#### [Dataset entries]
◆ ◆ ◆
/* What happened on the link, for the counters line. */
struct counters {
    unsigned long bytes_in;
    unsigned long bytes_out;
    unsigned long frames_in;    /* valid frames received */
    unsigned long frames_out;   /* frames sent */
    unsigned long frame_errors; /* refused frames: COBS, size, CRC, version, type, fields */
    unsigned long unexpected;   /* valid frames of a type the rig should not send us */
    unsigned long states;
    unsigned long commands;
    unsigned long repeats;      /* states received again with the same seq */
    unsigned long skipped;      /* states left unanswered: superseded by a newer one, or before a config */
    unsigned long heartbeats_in;
    unsigned long heartbeats_out;
    unsigned long greetings;
    unsigned long quiet;        /* silences of the rig longer than its watchdog */
    unsigned long sessions;     /* sessions ended by a stop (either side's) */
};

struct link {
    int fd;
    int verbose;
    int actuators; /* announced in the greeting: 2 torso walker, 1 compass, +2 with knees */
    int once;      /* --once: exit after the first stop instead of greeting again */
    struct counters n;
    uint8_t rx[RX_LIMIT];
    size_t rx_len;
    int rx_overlong;
    uint32_t last_state_seq; /* seq of heartbeat and stop frames (section 6) */
    long last_tx_ms;         /* when we last sent a frame, for heartbeats */
};

/* Set by SIGINT or SIGTERM: the loop sees it when poll or read returns with
 * EINTR, tells the rig, prints its counters and exits. The only global of
 * the shim, as a signal handler can reach nothing else. */
static volatile sig_atomic_t interrupted;

static void on_signal(int sig)
{
    (void)sig;
    interrupted = 1;
}

static long now_ms(void)
{
    struct timespec ts;
    clock_gettime(CLOCK_MONOTONIC, &ts);
    return (long)ts.tv_sec * 1000L + ts.tv_nsec / 1000000L;
}

static void print_counters(const struct link *l, const char *end)
{
    fprintf(stderr,
            "cfw: counters bytes_in=%lu bytes_out=%lu frames_in=%lu frames_out=%lu "
            "frame_errors=%lu unexpected=%lu states=%lu commands=%lu repeats=%lu skipped=%lu "
            "heartbeats_in=%lu heartbeats_out=%lu greetings=%lu quiet=%lu sessions=%lu end=%s\n",
            l->n.bytes_in, l->n.bytes_out, l->n.frames_in, l->n.frames_out, l->n.frame_errors,
            l->n.unexpected, l->n.states, l->n.commands, l->n.repeats, l->n.skipped,
            l->n.heartbeats_in,
            l->n.heartbeats_out, l->n.greetings, l->n.quiet, l->n.sessions, end);
}

/* describe_error writes the refusal in the words of docs/protocol.md
 * section 5, with the numbers that caused it. */
static void describe_error(int rc, const struct proto_diag *d, char *buf, size_t cap)
{
    switch (rc) {
    case PROTO_ERR_TRUNCATED:
        if (d->want == PROTO_OVERHEAD) {
            snprintf(buf, cap, "truncated (%lu bytes, a frame has at least 10)", d->got);
        } else {
            snprintf(buf, cap, "truncated (frame says %lu payload bytes, %lu arrived)", d->want,
                     d->got);
        }
        break;
    case PROTO_ERR_TOO_LONG:
        snprintf(buf, cap, "too long (%lu bytes, at most 512)", d->got);
        break;
    case PROTO_ERR_EXTRA:
        snprintf(buf, cap, "length mismatch (%lu extra bytes)", d->got);
        break;
    case PROTO_ERR_CRC:
        snprintf(buf, cap, "bad CRC: got 0x%04lX, computed 0x%04lX", d->got, d->want);
        break;
    case PROTO_ERR_VERSION:
        snprintf(buf, cap,
                 "wrong protocol version: frame speaks version %lu, this side speaks version %lu",
                 d->got, d->want);
        break;
    case PROTO_ERR_TYPE:
        snprintf(buf, cap, "unknown message type 0x%02lX", d->got);
        break;
    case PROTO_ERR_LENGTH:
        snprintf(buf, cap, "length mismatch (payload %lu bytes, the type has %lu)", d->got,
                 d->want);
        break;
    case PROTO_ERR_FIELD:
        snprintf(buf, cap, "%s out of range (%lu)", d->field ? d->field : "a field", d->got);
        break;
    default:
        snprintf(buf, cap, "%s", proto_error_text(rc));
        break;
    }
}

/* raw_mode puts the tty into the state of a plain UART: 8 data bits, no
 * echo, no line editing, no translation of CR, LF or the zero byte, reads
 * that return as soon as one byte is there. cfmakeraw is not POSIX, so the
 * flags are cleared one by one. */
static int raw_mode(int fd)
{
    struct termios t;
    if (tcgetattr(fd, &t) != 0) {
        return -1;
    }
    t.c_iflag &= ~(tcflag_t)(IGNBRK | BRKINT | PARMRK | ISTRIP | INLCR | IGNCR | ICRNL | IXON |
                             IXOFF | INPCK);
    t.c_oflag &= ~(tcflag_t)OPOST;
    t.c_lflag &= ~(tcflag_t)(ECHO | ECHONL | ICANON | ISIG | IEXTEN);
    t.c_cflag &= ~(tcflag_t)(CSIZE | PARENB | CSTOPB);
    t.c_cflag |= (tcflag_t)(CS8 | CREAD | CLOCAL);
    t.c_cc[VMIN] = 1;
    t.c_cc[VTIME] = 0;
    /* Meaningless on a pty; on a real UART 115200 baud is common practice
     * for small boards. */
    cfsetispeed(&t, B115200);
    cfsetospeed(&t, B115200);
    return tcsetattr(fd, TCSANOW, &t);
}

static int write_all(struct link *l, const uint8_t *p, size_t n)
{
    while (n > 0) {
        ssize_t w = write(l->fd, p, n);
        if (w < 0) {
            if (errno == EINTR || errno == EAGAIN) {
                continue;
            }
            fprintf(stderr, "cfw: write failed: %s\n", strerror(errno));
            return -1;
        }
        p += (size_t)w;
        n -= (size_t)w;
        l->n.bytes_out += (unsigned long)w;
    }
    return 0;
}

/* send_message COBS-frames and writes one message. */
static int send_message(struct link *l, const struct proto_message *m)
{
    uint8_t out[PROTO_COBS_MAX(PROTO_MAX_FRAME) + 1];
    size_t len = 0;
    int rc = proto_write_frame(m, out, sizeof out, &len);
    if (rc != PROTO_OK) {
        fprintf(stderr, "cfw: cannot encode message type 0x%02X: %s\n", (unsigned)m->type,
                proto_error_text(rc));
        return -1;
    }
    if (write_all(l, out, len) != 0) {
        return -1;
    }
    l->n.frames_out++;
    l->last_tx_ms = now_ms();
    return 0;
}

static int send_greeting(struct link *l)
{
    struct proto_message m;
    memset(&m, 0, sizeof m);
    m.type = PROTO_GREETING;
    m.seq = 0; /* section 6: a greeting has seq 0 */
    m.u.greeting.version = PROTO_VERSION;
    m.u.greeting.actuators = (uint8_t)l->actuators;
    strcpy(m.u.greeting.name, FIRMWARE_NAME);
    strcpy(m.u.greeting.build, FIRMWARE_BUILD);
    l->n.greetings++;
    return send_message(l, &m);
}

static int send_heartbeat(struct link *l)
{
    struct proto_message m;
    memset(&m, 0, sizeof m);
    m.type = PROTO_HEARTBEAT;
    m.seq = l->last_state_seq;
    l->n.heartbeats_out++;
    return send_message(l, &m);
}

/* copy_text copies at most PROTO_STR_LEN bytes of a C string into a str32
 * field's buffer and terminates it: longer details are cut, not refused. */
static void copy_text(char dst[PROTO_STR_LEN + 1], const char *src)
{
    size_t i;
    for (i = 0; i < PROTO_STR_LEN && src[i] != '\0'; i++) {
        dst[i] = src[i];
    }
    dst[i] = '\0';
}

static int send_stop(struct link *l, uint8_t reason, const char *text)
{
    struct proto_message m;
    memset(&m, 0, sizeof m);
    m.type = PROTO_STOP;
    m.seq = l->last_state_seq;
    m.u.stop.reason = reason;
    copy_text(m.u.stop.text, text);
    return send_message(l, &m);
}

/* Outcome of handling one frame. */
enum outcome { KEEP_GOING, STOPPED_NORMAL, STOPPED_OTHER, LINK_FAILED };

struct session {
    int configured;
    struct ctl_config cfg;
    /* The last command sent, so a state that arrives again with the same seq
     * (a lockstep rig resends a state it thinks was lost) gets the same
     * answer without running the law again. */
    int have_last;
    struct proto_message last;
    /* The newest state of the bytes read so far, answered once the read
     * buffer has been split. A wall-clock rig that got ahead of us may have
     * several states waiting; section 7 asks for an answer to the newest
     * and none to the older ones. In lockstep there is one at a time. */
    int have_pending;
    struct proto_message pending;
    /* Set while the rig has been silent for longer than its watchdog
     * (ctl_link_state says CTL_LINK_QUIET); cleared by its next frame. */
    int quiet;
};

static enum outcome on_config(struct link *l, struct session *s, const struct proto_config *c)
{
    const char *why = ctl_configure(&s->cfg, c, l->actuators);
    if (why != NULL) {
        /* We cannot drive this rig: say so and leave rather than send
         * torques to joints we do not understand. */
        fprintf(stderr, "cfw: refusing the rig's configuration: %s\n", why);
        send_stop(l, PROTO_STOP_FIRMWARE, why);
        return STOPPED_OTHER;
    }
    s->configured = 1;
    s->have_last = 0;
    if (s->have_pending) {
        l->n.skipped++; /* a state from before this config: not ours to answer */
        s->have_pending = 0;
    }
    if (l->verbose) {
        fprintf(stderr, "cfw: configured: %u Hz, %s, %u joints, watchdog %lu us\n",
                (unsigned)c->tick_hz, c->lockstep ? "lockstep" : "wall-clock",
                (unsigned)c->joints, (unsigned long)c->watchdog_us);
    }
    return KEEP_GOING;
}

static enum outcome on_state(struct link *l, struct session *s, const struct proto_message *m)
{
    l->n.states++;
    if (!s->configured) {
        /* A state before any config: the rig missed the config exchange.
         * Section 6 forbids commands before a config; the greeting repeats
         * on its timer. */
        l->n.skipped++;
        return KEEP_GOING;
    }
    if (s->have_pending) {
        l->n.skipped++;
    }
    /* Heartbeats and stops carry the seq of the latest state received
     * (section 6), answered or not. */
    l->last_state_seq = m->seq;
    s->pending = *m;
    s->have_pending = 1;
    return KEEP_GOING;
}

/* answer_pending answers the newest state received, if any. */
static enum outcome answer_pending(struct link *l, struct session *s)
{
    const struct proto_message *m = &s->pending;
    if (!s->have_pending) {
        return KEEP_GOING;
    }
    s->have_pending = 0;
    if (s->have_last && m->seq == s->last.seq) {
        l->n.repeats++;
        if (send_message(l, &s->last) != 0) {
            return LINK_FAILED;
        }
        l->n.commands++;
        return KEEP_GOING;
    }
    memset(&s->last, 0, sizeof s->last);
    s->last.type = PROTO_COMMAND;
    s->last.seq = m->seq; /* a command echoes its state's seq */
    if (m->u.state.joints != s->cfg.joints) {
        /* The rig broke its own config: answer with our safe state and
         * flag it, rather than read joints at the wrong slots. */
        ctl_safe(&s->cfg, &s->last.u.command);
        s->last.u.command.status = PROTO_STATUS_FAULT | PROTO_STATUS_SAFE_MODE;
        fprintf(stderr, "cfw: state seq %lu has %u joints, config said %u\n",
                (unsigned long)m->seq, (unsigned)m->u.state.joints, (unsigned)s->cfg.joints);
    } else {
        ctl_step(&s->cfg, &m->u.state, &s->last.u.command);
    }
    s->have_last = 1;
    if (send_message(l, &s->last) != 0) {
        return LINK_FAILED;
    }
    l->n.commands++;
    return KEEP_GOING;
}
◆ ◆ ◆
#### [Work instruction]
What is needed is an exact repetition of the lines from the first line of the records through the line containing "int actuators; /*", both ends included, and nothing more.

#### [Result]
/* What happened on the link, for the counters line. */
struct counters {
    unsigned long bytes_in;
    unsigned long bytes_out;
    unsigned long frames_in;    /* valid frames received */
    unsigned long frames_out;   /* frames sent */
    unsigned long frame_errors; /* refused frames: COBS, size, CRC, version, type, fields */
    unsigned long unexpected;   /* valid frames of a type the rig should not send us */
    unsigned long states;
    unsigned long commands;
    unsigned long repeats;      /* states received again with the same seq */
    unsigned long skipped;      /* states left unanswered: superseded by a newer one, or before a config */
    unsigned long heartbeats_in;
    unsigned long heartbeats_out;
    unsigned long greetings;
    unsigned long quiet;        /* silences of the rig longer than its watchdog */
    unsigned long sessions;     /* sessions ended by a stop (either side's) */
};

struct link {
    int fd;
    int verbose;
    int actuators; /* announced in the greeting: 2 torso walker, 1 compass, +2 with knees */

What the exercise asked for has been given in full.